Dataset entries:
____
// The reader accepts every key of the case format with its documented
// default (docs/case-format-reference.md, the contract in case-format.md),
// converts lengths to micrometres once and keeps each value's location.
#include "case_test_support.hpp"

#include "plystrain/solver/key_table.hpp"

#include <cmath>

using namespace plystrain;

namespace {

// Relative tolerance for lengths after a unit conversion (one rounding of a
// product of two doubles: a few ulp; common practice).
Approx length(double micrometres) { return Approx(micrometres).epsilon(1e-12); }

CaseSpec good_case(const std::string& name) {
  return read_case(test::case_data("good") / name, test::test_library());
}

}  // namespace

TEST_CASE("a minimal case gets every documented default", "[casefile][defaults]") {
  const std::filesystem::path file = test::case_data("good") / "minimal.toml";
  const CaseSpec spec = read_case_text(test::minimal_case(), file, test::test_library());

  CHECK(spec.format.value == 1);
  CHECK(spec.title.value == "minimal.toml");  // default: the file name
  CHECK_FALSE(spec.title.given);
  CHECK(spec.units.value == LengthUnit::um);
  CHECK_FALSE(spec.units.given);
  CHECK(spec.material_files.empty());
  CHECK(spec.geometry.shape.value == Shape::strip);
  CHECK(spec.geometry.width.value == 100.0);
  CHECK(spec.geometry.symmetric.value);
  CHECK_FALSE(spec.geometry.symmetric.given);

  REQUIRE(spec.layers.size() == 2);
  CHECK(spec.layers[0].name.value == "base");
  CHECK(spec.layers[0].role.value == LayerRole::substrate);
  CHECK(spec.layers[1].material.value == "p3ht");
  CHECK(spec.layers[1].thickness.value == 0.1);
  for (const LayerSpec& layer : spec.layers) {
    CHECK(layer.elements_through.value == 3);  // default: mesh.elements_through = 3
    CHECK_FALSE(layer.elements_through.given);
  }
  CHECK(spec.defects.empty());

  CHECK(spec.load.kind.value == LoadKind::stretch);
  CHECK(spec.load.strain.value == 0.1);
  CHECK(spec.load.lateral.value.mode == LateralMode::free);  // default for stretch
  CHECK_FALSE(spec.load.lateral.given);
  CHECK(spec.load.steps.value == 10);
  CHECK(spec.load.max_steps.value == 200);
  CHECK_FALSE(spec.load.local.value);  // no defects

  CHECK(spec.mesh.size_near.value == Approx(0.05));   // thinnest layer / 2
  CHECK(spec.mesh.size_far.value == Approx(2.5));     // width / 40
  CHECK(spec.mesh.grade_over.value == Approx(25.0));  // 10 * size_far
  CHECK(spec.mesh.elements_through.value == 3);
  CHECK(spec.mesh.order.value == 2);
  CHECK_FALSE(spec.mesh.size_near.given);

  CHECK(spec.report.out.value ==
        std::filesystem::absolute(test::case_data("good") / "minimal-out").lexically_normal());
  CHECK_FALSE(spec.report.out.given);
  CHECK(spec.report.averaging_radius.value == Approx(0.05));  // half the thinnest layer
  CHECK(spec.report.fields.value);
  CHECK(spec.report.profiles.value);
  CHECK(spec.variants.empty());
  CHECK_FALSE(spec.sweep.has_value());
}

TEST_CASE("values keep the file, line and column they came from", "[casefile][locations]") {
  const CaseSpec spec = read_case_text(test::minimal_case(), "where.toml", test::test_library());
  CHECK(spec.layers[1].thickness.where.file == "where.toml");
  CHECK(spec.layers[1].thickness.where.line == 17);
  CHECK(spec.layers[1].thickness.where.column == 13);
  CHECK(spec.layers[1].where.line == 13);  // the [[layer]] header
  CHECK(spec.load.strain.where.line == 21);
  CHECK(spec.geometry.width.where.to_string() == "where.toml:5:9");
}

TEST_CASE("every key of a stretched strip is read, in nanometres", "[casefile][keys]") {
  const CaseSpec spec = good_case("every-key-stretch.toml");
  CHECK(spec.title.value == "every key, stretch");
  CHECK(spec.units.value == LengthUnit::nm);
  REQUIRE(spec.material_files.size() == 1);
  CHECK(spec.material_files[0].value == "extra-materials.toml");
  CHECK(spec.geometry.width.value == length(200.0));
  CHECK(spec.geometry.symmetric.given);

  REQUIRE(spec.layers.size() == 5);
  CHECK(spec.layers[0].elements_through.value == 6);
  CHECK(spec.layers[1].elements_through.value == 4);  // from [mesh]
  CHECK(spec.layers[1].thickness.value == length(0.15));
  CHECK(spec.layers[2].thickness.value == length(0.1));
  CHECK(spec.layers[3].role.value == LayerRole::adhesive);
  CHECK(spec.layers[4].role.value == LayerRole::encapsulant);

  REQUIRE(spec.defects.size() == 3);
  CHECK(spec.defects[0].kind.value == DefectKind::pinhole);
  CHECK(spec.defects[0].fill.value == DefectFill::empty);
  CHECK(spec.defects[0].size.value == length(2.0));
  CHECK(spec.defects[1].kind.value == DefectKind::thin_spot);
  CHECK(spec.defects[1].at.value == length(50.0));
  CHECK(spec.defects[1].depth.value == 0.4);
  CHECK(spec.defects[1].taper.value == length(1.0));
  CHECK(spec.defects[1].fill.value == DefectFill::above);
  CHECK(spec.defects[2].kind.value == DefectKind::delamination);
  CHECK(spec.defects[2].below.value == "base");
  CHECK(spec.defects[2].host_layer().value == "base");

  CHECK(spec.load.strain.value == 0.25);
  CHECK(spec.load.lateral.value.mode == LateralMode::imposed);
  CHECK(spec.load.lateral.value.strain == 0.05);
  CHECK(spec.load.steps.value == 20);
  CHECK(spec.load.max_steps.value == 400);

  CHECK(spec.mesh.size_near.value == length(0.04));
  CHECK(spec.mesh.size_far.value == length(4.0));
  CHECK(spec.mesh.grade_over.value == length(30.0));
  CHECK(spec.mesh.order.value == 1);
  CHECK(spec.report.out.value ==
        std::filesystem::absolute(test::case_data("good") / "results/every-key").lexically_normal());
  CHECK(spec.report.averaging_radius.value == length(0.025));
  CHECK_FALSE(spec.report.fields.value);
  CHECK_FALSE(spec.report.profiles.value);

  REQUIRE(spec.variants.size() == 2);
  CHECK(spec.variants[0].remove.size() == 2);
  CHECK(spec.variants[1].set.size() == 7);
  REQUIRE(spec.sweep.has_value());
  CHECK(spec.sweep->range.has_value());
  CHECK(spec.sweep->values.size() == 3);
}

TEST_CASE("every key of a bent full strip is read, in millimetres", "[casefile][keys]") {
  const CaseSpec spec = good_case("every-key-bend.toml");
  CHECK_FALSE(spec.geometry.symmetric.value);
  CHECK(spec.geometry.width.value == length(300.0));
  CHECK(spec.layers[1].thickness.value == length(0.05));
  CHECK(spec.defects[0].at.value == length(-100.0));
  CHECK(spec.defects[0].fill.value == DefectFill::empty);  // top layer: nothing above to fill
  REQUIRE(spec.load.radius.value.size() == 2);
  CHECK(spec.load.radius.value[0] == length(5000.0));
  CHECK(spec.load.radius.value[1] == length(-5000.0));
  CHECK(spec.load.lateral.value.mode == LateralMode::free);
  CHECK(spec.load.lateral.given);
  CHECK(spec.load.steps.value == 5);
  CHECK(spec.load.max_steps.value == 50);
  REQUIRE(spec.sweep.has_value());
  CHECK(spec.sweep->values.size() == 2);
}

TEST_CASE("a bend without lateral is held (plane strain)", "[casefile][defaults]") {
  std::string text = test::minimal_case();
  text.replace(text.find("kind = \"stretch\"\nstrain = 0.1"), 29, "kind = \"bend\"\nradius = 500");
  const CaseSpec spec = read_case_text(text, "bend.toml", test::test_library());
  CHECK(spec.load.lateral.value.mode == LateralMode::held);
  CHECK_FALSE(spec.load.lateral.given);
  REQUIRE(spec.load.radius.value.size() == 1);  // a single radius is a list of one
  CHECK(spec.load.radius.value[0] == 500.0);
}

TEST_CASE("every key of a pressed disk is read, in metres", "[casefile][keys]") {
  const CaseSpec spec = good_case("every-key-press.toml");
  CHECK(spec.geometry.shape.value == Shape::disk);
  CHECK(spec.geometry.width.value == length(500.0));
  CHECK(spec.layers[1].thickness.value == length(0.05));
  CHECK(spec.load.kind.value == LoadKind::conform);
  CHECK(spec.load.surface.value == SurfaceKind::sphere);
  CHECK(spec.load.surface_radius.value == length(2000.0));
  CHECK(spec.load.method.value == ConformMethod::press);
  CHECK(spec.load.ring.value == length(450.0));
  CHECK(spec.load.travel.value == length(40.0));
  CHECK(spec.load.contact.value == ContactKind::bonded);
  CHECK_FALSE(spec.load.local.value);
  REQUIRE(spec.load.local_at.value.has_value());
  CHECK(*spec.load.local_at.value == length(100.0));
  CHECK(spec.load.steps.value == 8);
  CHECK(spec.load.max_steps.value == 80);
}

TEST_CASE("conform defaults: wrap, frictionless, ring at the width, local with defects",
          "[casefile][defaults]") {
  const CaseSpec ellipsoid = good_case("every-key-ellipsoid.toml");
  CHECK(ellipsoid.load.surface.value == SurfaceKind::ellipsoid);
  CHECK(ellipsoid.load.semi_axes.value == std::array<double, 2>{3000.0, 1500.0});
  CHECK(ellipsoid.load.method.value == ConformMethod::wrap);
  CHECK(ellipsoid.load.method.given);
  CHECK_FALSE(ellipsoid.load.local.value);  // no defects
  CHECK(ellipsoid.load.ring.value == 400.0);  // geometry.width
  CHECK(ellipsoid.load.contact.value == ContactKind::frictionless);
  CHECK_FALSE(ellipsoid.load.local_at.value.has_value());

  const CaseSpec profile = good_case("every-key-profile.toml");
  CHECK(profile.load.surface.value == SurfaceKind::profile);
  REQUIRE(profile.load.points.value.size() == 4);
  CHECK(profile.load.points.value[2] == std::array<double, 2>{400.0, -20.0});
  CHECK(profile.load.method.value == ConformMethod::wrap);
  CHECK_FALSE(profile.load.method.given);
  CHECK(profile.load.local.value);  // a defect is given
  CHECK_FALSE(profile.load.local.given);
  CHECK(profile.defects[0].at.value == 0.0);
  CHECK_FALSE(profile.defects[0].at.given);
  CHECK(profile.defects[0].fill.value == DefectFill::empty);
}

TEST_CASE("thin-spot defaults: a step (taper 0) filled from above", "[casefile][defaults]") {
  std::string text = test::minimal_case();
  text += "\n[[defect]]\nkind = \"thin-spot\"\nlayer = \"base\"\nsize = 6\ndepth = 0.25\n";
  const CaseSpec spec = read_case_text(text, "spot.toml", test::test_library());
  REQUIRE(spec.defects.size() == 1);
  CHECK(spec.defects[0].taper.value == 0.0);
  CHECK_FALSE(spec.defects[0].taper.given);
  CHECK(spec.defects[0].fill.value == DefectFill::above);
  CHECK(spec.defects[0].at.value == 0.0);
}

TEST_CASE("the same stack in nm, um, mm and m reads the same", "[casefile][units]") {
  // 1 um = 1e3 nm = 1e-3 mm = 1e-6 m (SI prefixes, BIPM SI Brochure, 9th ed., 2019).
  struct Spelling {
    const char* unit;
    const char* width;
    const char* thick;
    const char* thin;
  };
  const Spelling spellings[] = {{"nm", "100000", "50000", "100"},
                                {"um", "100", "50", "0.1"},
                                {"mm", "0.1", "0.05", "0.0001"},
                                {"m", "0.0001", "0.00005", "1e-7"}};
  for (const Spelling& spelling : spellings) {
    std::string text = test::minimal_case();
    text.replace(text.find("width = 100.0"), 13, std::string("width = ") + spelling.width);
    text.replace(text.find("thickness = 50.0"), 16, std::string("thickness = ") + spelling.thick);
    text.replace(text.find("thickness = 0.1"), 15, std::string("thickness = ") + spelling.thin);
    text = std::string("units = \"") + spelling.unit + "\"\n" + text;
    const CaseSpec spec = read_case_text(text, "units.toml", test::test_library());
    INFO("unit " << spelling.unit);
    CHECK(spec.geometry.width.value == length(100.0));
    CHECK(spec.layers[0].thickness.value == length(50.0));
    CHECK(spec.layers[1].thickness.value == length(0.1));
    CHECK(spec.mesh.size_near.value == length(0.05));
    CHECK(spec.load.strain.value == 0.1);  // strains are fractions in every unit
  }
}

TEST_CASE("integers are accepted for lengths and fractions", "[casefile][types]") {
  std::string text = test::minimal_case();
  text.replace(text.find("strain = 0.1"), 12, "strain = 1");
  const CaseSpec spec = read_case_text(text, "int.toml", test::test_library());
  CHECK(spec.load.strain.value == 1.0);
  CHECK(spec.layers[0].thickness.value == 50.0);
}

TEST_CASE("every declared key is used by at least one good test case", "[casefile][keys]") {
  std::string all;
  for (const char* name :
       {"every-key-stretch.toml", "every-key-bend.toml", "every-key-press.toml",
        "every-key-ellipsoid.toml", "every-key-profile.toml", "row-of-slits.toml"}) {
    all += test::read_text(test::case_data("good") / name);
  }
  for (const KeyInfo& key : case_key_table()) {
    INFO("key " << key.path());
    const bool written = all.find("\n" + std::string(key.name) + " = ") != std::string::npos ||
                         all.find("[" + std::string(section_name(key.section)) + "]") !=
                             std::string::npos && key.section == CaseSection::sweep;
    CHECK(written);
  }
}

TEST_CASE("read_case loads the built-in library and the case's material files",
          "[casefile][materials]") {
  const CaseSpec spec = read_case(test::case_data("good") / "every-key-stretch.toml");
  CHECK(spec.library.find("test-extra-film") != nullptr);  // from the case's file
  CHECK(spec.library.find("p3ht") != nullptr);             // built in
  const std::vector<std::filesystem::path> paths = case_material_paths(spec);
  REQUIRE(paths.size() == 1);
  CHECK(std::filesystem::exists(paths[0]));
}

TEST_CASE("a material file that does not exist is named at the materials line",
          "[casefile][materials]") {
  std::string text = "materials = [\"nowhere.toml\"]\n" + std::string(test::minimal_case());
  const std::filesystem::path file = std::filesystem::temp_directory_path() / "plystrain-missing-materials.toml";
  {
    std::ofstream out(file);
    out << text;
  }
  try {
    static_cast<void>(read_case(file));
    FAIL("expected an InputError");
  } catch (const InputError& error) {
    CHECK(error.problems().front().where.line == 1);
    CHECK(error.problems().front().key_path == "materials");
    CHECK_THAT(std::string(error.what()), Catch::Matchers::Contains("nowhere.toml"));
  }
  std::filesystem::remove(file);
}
____
REQUIRED ACTION: Check every line of the data, and copy the ones that contain "free".

FINISHED TASK:
  CHECK(spec.load.lateral.value.mode == LateralMode::free);  // default for stretch
  CHECK(spec.load.lateral.value.mode == LateralMode::free);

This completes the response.